Table of Contents

HK J Paediatr (New Series)
Vol 2. No. 1, 1997

HK J Paediatr (New Series) 1997;2:83-84

Proceedings of Scientific Meeting

Are Health Problems Different in Chinese Children?

CY Yeung

HK J Paediatr (new series) 1997;2:81-97

Chinese Paediatric Forum
Department of Paediatrics, The University of Hong Kong
November 15-17, 1996

Chinese children look different from children of other ethnic origins. Many studies have also indicated that there are differences in disease patterns and in a number of child health issues.
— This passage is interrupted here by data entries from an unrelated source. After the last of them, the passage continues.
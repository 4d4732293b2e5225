import { previewDocumentFit } from "@/lib/tb/analysis/fit-document";
import type { ModelDocument } from "@/lib/tb/document";
import { samplePath } from "@/lib/tb/kpath";
import { buildFitProblem, type StoredReference } from "./problem";
import type { FitSpec } from "./spec";

/** Points drawn in the preview plot at most; beyond this every n-th point is drawn (the counts stay exact). */
export const PREVIEW_PLOT_POINTS = 6000;

export interface FitPreviewBand {
  modelBand: number;
  referenceBand: number;
  points: number;
  minWeight: number;
  maxWeight: number;
}

export interface FitPreview {
  parameters: number;
  /** (k, band) values that enter the fit. */
  points: number;
  kPoints: number;
  /** Reference values left out by the window, the band offset or a zero weight. */
  excluded: number;
  shift: number;
  /** Free parameters the selected values do not depend on (their uncertainty would be undetermined). */
  insensitive: string[];
  /** The free parameters are not determined together (a start would be refused). */
  undetermined: boolean;
  perBand: FitPreviewBand[];
  plot: {
    distance: number[];
    /** Model bands at the start values, one row per reference k-point. */
    model: number[][];
    /** [distance, aligned reference energy, weight] of points in the fit. */
    included: [number, number, number][];
    /** [distance, aligned reference energy] of points left out. */
    excluded: [number, number][];
    stride: number;
    /** High-symmetry points of the default path, at their positions (1/Å). */
    ticks: { distance: number; label: string }[];
  };
}

/** Ticks of the default path; two labels at one position (a jump, e.g. U then K) become one, "U|K". */
function pathTicks(doc: ModelDocument): { distance: number; label: string }[] {
  const path = samplePath(doc);
  const out: { distance: number; label: string }[] = [];
  for (const t of path.ticks) {
    const distance = path.distance[t.index];
    const last = out[out.length - 1];
    if (last && last.distance === distance) last.label = `${last.label}|${t.label}`;
    else out.push({ distance, label: t.label });
  }
  return out;
}

export function buildFitPreview(doc: ModelDocument, reference: StoredReference, spec: FitSpec): FitPreview {
  const problem = buildFitProblem(doc, reference, spec);
  const preview = previewDocumentFit(doc, problem.keys, problem.reference, problem.options);
  const { distance } = problem;
  const inFit = new Set(preview.pairs.map((p) => `${p.k}:${p.referenceBand}`));
  const perBand = new Map<number, FitPreviewBand>();
  for (const p of preview.pairs) {
    const b = perBand.get(p.referenceBand) ?? { modelBand: p.modelBand, referenceBand: p.referenceBand, points: 0, minWeight: Infinity, maxWeight: 0 };
    b.points++;
    b.minWeight = Math.min(b.minWeight, p.weight);
    b.maxWeight = Math.max(b.maxWeight, p.weight);
    perBand.set(p.referenceBand, b);
  }
  const excluded: [number, number][] = [];
  let total = 0;
  problem.reference.energies.forEach((row, k) =>
    row.forEach((e, b) => {
      if (e === null) return;
      total++;
      if (!inFit.has(`${k}:${b}`)) excluded.push([distance[k], e + preview.shift]);
    }),
  );
  const included = preview.pairs.map((p): [number, number, number] => [distance[p.k], (problem.reference.energies[p.k][p.referenceBand] as number) + preview.shift, p.weight]);
  const stride = Math.max(1, Math.ceil((included.length + excluded.length) / PREVIEW_PLOT_POINTS));
  const every = <T,>(xs: T[]) => (stride === 1 ? xs : xs.filter((_, i) => i % stride === 0));
  return {
    parameters: problem.keys.length,
    points: preview.pairs.length,
    kPoints: new Set(preview.pairs.map((p) => p.k)).size,
    excluded: total - preview.pairs.length,
    shift: preview.shift,
    insensitive: preview.insensitive,
    undetermined: preview.undetermined,
    perBand: [...perBand.values()].sort((a, b) => a.referenceBand - b.referenceBand),
    plot: { distance, model: preview.energies, included: every(included), excluded: every(excluded), stride, ticks: pathTicks(doc) },
  };
}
Chinese traditional practices have significantly influenced child health. Infant feeding practice is a good example. Growth faltering used to commence around the weaning period. Such an effect has faded in recent years among the less traditional nuclear families. The generally over-protective attitude towards children is probably another significant factor contributing to the much less prevalent rate of accidents compared with Western communities where children are brought up in a much more permissive environment. Traditional beliefs in alternative medicines have also generated a number of health problems which are unique to Chinese. Many herbs that have been popularly used in the neonatal period have been found to adversely affect these infants, producing jaundice and enhancing the risk of brain damage by displacing bilirubin from protein binding. Other herbs have been demonstrated to possess beneficial effects. Many other traditional practices also have significant effects on child health.

Certain childhood genetic disorders are particularly prevalent amongst Chinese, for example glucose-6-phosphate dehydrogenase (G6PD) deficiency and thalassaemia syndromes. Acute haemolytic crisis occurs in G6PD-deficient subjects during infections, especially with hepatitis and Salmonella typhi. Herbs for therapeutic and tonic usage, together with naphthalene mothballs used as insect repellent to preserve winter clothing, are also frequently encountered as precipitating factors for acute haemolytic jaundice in infants and children.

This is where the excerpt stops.